Problem:
Show that for any odd prime $p>3$, $p$ divides the sum of its quadratic residues.
My attempt: Denote the quadratic residues with $$r_1,r_2,\dots, r_j$$
Case 1: $\quad p\equiv 1\pmod{4}$. Observe that, for any quadratic residue $r$, $$\left(\frac{p-r}{p}\right)=\left(\frac{-1}{p}\right)\left(\frac{r}{p}\right) = \left(\frac{r}{p}\right) = 1.$$ Thus, $$\sum_{k=1}^{j}r_k \equiv jp-\sum_{k=1}^{j}r_k\pmod{p}$$ $$\sum_{k=1}^{j}r_k \equiv 0 \pmod{p}$$
Case 2: $\quad p\equiv 3\pmod{4}$ and $p\equiv \pm 1\pmod{8}$. Observe that, for any quadratic residue $r$, $$\left(\frac{p+2r}{p}\right)=\left(\frac{2}{p}\right)\left(\frac{r}{p}\right) = \left(\frac{r}{p}\right) = 1.$$ Thus, $$\sum_{k=1}^{j}r_k \equiv jp+2\sum_{k=1}^{j}r_k\pmod{p}$$ $$\sum_{k=1}^{j}r_k \equiv 0 \pmod{p}$$
Case 3: $\quad p\equiv 3\pmod{4}$ and $p\equiv \pm 3\pmod{8}$. Observe that, for any quadratic residue $r$, $$\left(\frac{p-2r}{p}\right)=\left(\frac{-1}{p}\right)\left(\frac{2}{p}\right)\left(\frac{r}{p}\right) = (-1)(-1)\left(\frac{r}{p}\right) = 1.$$ Thus, $$\sum_{k=1}^{j}r_k \equiv jp-2\sum_{k=1}^{j}r_k\pmod{p}$$ $$\sum_{k=1}^{j}r_k \equiv 0 \pmod{p}$$
Is my solution correct and is there a better way of solving this problem ?

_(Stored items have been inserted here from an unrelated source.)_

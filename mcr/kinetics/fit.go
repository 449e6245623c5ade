package kinetics

import (
	"errors"
	"fmt"
	"math"
	"slices"
	"sort"
	"strings"
	"sync/atomic"

	"github.com/bandsolve/bandsolve/internal/product"
	"gonum.org/v1/gonum/floats"
	"gonum.org/v1/gonum/mat"
)

// FitOptions controls FitProfiles, AutoMap and FitData.
type FitOptions struct {
	// T0 is the time the reaction starts; c = c0 before it.
	T0 float64
	// InitialK holds starting rate constants (one per step, > 0 where free). nil chooses them
	// from the time scale of the data: a small grid of k·T values is screened and the best
	// few starts are refined.
	InitialK []float64
	// FixedK marks steps whose rate constant is held at InitialK (nil: all free).
	FixedK []bool
	// C0 holds the initial concentrations; nil means 1 for the first species, 0 for the others.
	C0 []float64
	// FitC0 also fits the non-zero entries of C0 (on a log scale); zero entries stay zero.
	FitC0 bool
	// FitT0 also fits the start time, from T0 (moved 1 % of the range
	// inside when it is on an end), within T0Lo to T0Hi, or, both zero,
	// within T0Bracket(times, T0) (t0fit.go).
	FitT0      bool
	T0Lo, T0Hi float64
	// Amplitudes scales each observed column by its own factor a_j, solved linearly inside
	// every residual evaluation (variable projection, Golub & Pereyra 1973): resolved profiles
	// have arbitrary scale.
	Amplitudes bool
	// UseExtents compares the observed columns with reaction extents ξ_j instead of
	// concentrations (difference data resolve reactions, not species).
	UseExtents bool
	// RowWeights and ColWeights, for FitData, are noise weights a_i (per
	// spectrum; 0 leaves the spectrum out) and b_j (per channel), about
	// 1/σ²: the fit then minimises
	// Σ a_i b_j (d_ij − (C Sᵀ)_ij)², the maximum-likelihood fit for noise of
	// those variances (Wentzell et al., J. Chemometrics 1997). Since S is
	// free, √B is absorbed into it: the data are scaled to √A D √B and the
	// model to √A C, and the spectra scaled back. nil = 1.
	RowWeights, ColWeights []float64
	// Reduced, for FitData, is the reduction of the same (weighted) data
	// an earlier FitData returned in FitResult.Reduced: refits of one data
	// matrix (other starting constants, other orders) then skip the
	// randomized SVD. Ignored unless it has one row per spectrum.
	Reduced *mat.Dense
	// Scaled, for FitData with noise weights, is the weighted data
	// √A D √B of the same data and weights, as an earlier FitData returned
	// it in FitResult.Scaled: refits skip the pass that forms it. Ignored
	// unless it has the data's dimensions.
	Scaled *mat.Dense
	// Common, for FitData, are error patterns shared by many rows (in
	// difference spectra, the reference's error in every row), whose
	// share of the parameters' covariance the residuals cannot show: it
	// is added to the standard errors (commonCovariance). nil = none.
	Common []CommonError
	// NoResidual, for FitData, leaves FitResult.Fitted and Residual nil:
	// two data-sized matrices a caller that reads neither (a refit from
	// another start, compared by its residual sum of squares) need not
	// pay for. The residual sum of squares, σ̂, the standard errors and
	// the residuals' lag-1 autocorrelation are computed all the same, from
	// the same residuals, a block of rows at a time.
	NoResidual bool
	// TimeUnit and RateUnits (one per step) name the units of the times and
	// of the rate constants, said beside the values the fit's warnings and
	// errors print: a caller may show its tables in other units than it fits
	// in. "" and nil say none, for times given without a unit.
	TimeUnit  string
	RateUnits []string
	// Sim tunes the simulation used inside the fit.
	Sim SimSettings
	// LM tunes the Levenberg–Marquardt iteration.
	LM LMSettings
}

// FitResult is the outcome of a kinetic fit.
type FitResult struct {
	Scheme *Scheme
	// K and KStdErr are per step, in the order written; a fixed step has KStdErr 0.
	K, KStdErr []float64
	// HalfLife per step, with HalfLifeNote saying which formula was used; 0 when none applies.
	HalfLife     []float64
	HalfLifeNote []string
	// KNotDetermined marks, per step, a free rate constant the data do not
	// determine (undetermined): its KStdErr is 0, no standard error, and its
	// correlations 0. nil when every free constant is determined.
	KNotDetermined []bool
	// KStart is the rate constants the reported Levenberg–Marquardt run
	// started from (the best of the screened starts, or InitialK).
	KStart []float64
	// SumSteps, when the constants not determined singly have a determined
	// sum (a reversible pair with free spectra: only k1 + k2 sets the
	// relaxation), lists those steps, with the sum and its standard error
	// (widened as the others are). nil when there is none.
	SumSteps         []int
	SumK, SumKStdErr float64
	// sumGrad is ∂(Σ k)/∂θ over the fit's parameters (ln k, ln c0), the
	// direction the widenings of SumKStdErr are taken along.
	sumGrad []float64
	// OrderAlternative, when the data cannot tell the order of the rate
	// constants (a slow–fast ambiguity the pipeline's order check found:
	// both orders fit alike, with free and with non-negative spectra), is
	// the other order's constants, per step; nil when the order is
	// determined or was not checked.
	OrderAlternative []float64
	// influence is each spectrum's influence on the parameters (the
	// sandwich's, robustErrors), for DifferenceErrors; nil when the
	// sandwich was not formed.
	influence *influence
	// sumSandwich: SumKStdErr is the sandwich estimate (robustErrors),
	// sumRatio times the noise-based one.
	sumSandwich bool
	sumRatio    float64
	// kWide, per step, is se(ln k) of a constant undetermined marked for
	// an error beyond wideVar rather than for a null direction (0 for the
	// others); nil when there is none.
	kWide []float64
	// jacRank and jacParams: the Jacobian's rank counting singular values
	// at or below nullTol of the largest as zero, and its columns.
	jacRank, jacParams int
	// Corr is the len(Steps) × len(Steps) correlation matrix of the rate constants (identity
	// rows for fixed steps).
	Corr *mat.Dense
	// C0 is the initial concentrations used (fitted when FitC0) and C0StdErr their standard
	// errors (0 when not fitted).
	C0, C0StdErr []float64
	// T0 is the start time used (fitted when FitT0). When fitted, T0StdErr
	// is its standard error (0 when T0NotDetermined), T0Lo and T0Hi the
	// range it was held within, and T0AtEnd −1 or +1 when it ran to the
	// range's start or end (0 when it stayed inside).
	T0, T0StdErr    float64
	T0Fitted        bool
	T0NotDetermined bool
	T0Lo, T0Hi      float64
	T0AtEnd         int
	// t0Early: T0NotDetermined from a fit that ended at the first
	// spectrum (t0Result); t0Dropped: t0's column was taken out of the
	// covariance for it (covariance), not held by Levenberg–Marquardt.
	t0Early, t0Dropped bool
	// C0Held marks, per species, an initial concentration asked to be fitted
	// that the residual does not depend on (with free spectra the spectra
	// absorb its scale): Levenberg–Marquardt held it at its start, and it has
	// no standard error. nil when none was held.
	C0Held []bool
	// Amplitudes has one factor per observed column (nil unless FitOptions.Amplitudes).
	Amplitudes []float64
	// Fitted holds the fitted observed columns (n × q), or C Sᵀ (n × m) for FitData.
	Fitted *mat.Dense
	// Model holds the model concentrations (n × species) or extents (n × steps).
	Model    *mat.Dense
	Residual *mat.Dense
	// RowSSR, of a data fit, is each spectrum's residual sum of squares
	// (in units of the noise when Weighted); nil for profile fits.
	RowSSR []float64
	// RMS is sqrt(SSR / number of data points); Sigma = sqrt(SSR / DegreesOfFreedom) is the
	// noise estimate behind the standard errors.
	RMS, SSR, Sigma float64
	// Weighted: FitData had noise weights, so Fitted, Residual, RMS and
	// Sigma are in units of the noise (Sigma ≈ 1 when the model fits).
	Weighted bool
	// Lag1 is the residuals' lag-1 autocorrelation down the time axis and
	// Inflation the factor the standard errors were multiplied by for it
	// (1 = none); see honestErrors.
	Lag1, Inflation float64
	// NoiseKStdErr are the standard errors from the noise (with Inflation)
	// before robustErrors widened any to the spectra's scatter about the
	// model, and Robust the largest widening of a rate constant's (1 =
	// none); nil and 1 when not computed.
	NoiseKStdErr []float64
	Robust       float64
	// CommonKStdErr is, per step, the part of KStdErr due to the errors
	// shared by many rows (FitOptions.Common), combined with the rest in
	// quadrature; nil without them.
	CommonKStdErr    []float64
	DegreesOfFreedom int
	// Reduced is the reduction of the (weighted) data FitData worked on
	// (reduceData), to pass back in FitOptions.Reduced.
	Reduced *mat.Dense
	// Scaled is the weighted data √A D √B FitData worked on (nil without
	// weights), to pass back in FitOptions.Scaled.
	Scaled     *mat.Dense
	Iterations int
	Converged  bool
	Stiff      bool
	Warnings   []string
	// MapNote, set by AutoMapFit on the fit it returns, says which assignment
	// with a lower residual it passed over and why (a profile moving against
	// its species); empty when the lowest residual was kept.
	MapNote string
}

type fitProblem struct {
	s      *Scheme
	times  []float64
	opt    FitOptions
	k0     []float64
	c00    []float64
	kFree  []int
	c0Free []int
	nModel int
	// t0Free: t0 is fitted (t0fit.go), within t0Lo to t0Hi from t0Start;
	// tScale, the time span, is the unit of its column in the reported
	// Jacobian.
	t0Free                      bool
	t0Lo, t0Hi, t0Start, tScale float64

	// profile mode
	observed *mat.Dense
	columns  []int
	// data mode: reduced data (same residual norm as D for any C, see FitData)
	dred *mat.Dense
	// data mode: the data were scaled by noise weights (noiseScaled)
	weighted bool

	n, q int
}

// fitScratch is the n-row matrices one residual or Jacobian evaluation
// of a fit writes and lets go: in a data fit at 2000 rows about 4 MB per
// iteration, all of it fresh memory the runtime cleared for every
// evaluation. Each Levenberg–Marquardt run has its own (solve runs its
// starts at once) and drops it when it ends. Reused, each holds the same
// values as the fresh matrix it replaces: every entry is overwritten, or
// cleared first where the writer leaves some alone.
type fitScratch struct {
	proj, res, ds, col *mat.Dense // n × w, the reduced data's width
	wc                 *mat.Dense // n × q: √A C
	wdc                []*mat.Dense
	c                  *mat.Dense // the sensitivities' C and ∂C/∂ln θ
	dc                 []*mat.Dense
}

// sized returns *m as an r × c matrix, made when it is missing or of
// another shape; its entries are whatever the last user left.
func sized(m **mat.Dense, r, c int) *mat.Dense {
	if *m != nil {
		if mr, mc := (*m).Dims(); mr == r && mc == c {
			return *m
		}
	}
	*m = mat.NewDense(r, c, nil)
	return *m
}

// sizedList is sized for each of k matrices.
func sizedList(ms *[]*mat.Dense, k, r, c int) []*mat.Dense {
	for len(*ms) < k {
		*ms = append(*ms, nil)
	}
	for a := 0; a < k; a++ {
		sized(&(*ms)[a], r, c)
	}
	return (*ms)[:k]
}

func (p *fitProblem) nParams() int {
	if p.t0Free {
		return len(p.kFree) + len(p.c0Free) + 1
	}
	return len(p.kFree) + len(p.c0Free)
}

func (p *fitProblem) unpack(theta []float64) (k, c0 []float64, err error) {
	k = append([]float64(nil), p.k0...)
	c0 = append([]float64(nil), p.c00...)
	for a, j := range p.kFree {
		if math.Abs(theta[a]) > 700 {
			return nil, nil, errors.New("log rate constant out of range")
		}
		k[j] = math.Exp(theta[a])
	}
	for b, i := range p.c0Free {
		v := theta[len(p.kFree)+b]
		if math.Abs(v) > 700 {
			return nil, nil, errors.New("log initial concentration out of range")
		}
		c0[i] = math.Exp(v)
	}
	return k, c0, nil
}

func (p *fitProblem) pack(k, c0 []float64) []float64 {
	theta := make([]float64, 0, p.nParams())
	for _, j := range p.kFree {
		theta = append(theta, math.Log(k[j]))
	}
	for _, i := range p.c0Free {
		theta = append(theta, math.Log(c0[i]))
	}
	if p.t0Free {
		theta = append(theta, p.t0Phi(p.t0Start))
	}
	return theta
}

func (p *fitProblem) model(theta []float64) (*Simulation, *mat.Dense, error) {
	k, c0, err := p.unpack(theta)
	if err != nil {
		return nil, nil, err
	}
	sim, err := p.s.SimulateWith(k, c0, p.times, p.t0At(theta), p.opt.Sim)
	if err != nil {
		return nil, nil, err
	}
	out := sim.C
	if p.opt.UseExtents {
		out = sim.Extents
	}
	if p.dred != nil && p.opt.RowWeights != nil {
		out = scaleRowsSqrt(out, p.opt.RowWeights)
	}
	return sim, out, nil
}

We note that $$\sum_{i=1}^pi^2=\frac {p(p+1)(2p+1)}6$$
Note that for $p>3$ this fraction makes sense $\mod p$ and is plainly divisible by $p$.
If we work $\pmod p$ the left hand sum is exactly twice the sum of the quadratic residues $\pmod p$ (since every non-zero quadratic residue has exactly two square roots $\pmod p$, and the quadratic residue $0$, which has only one square root, doe not effect the sum $\pmod p$) so the sum of the quadratic residues is $$\frac {p(p+1)(2p+1)}{12}$$
Since $p>3$ we see that this is $0\pmod p$ so we are done.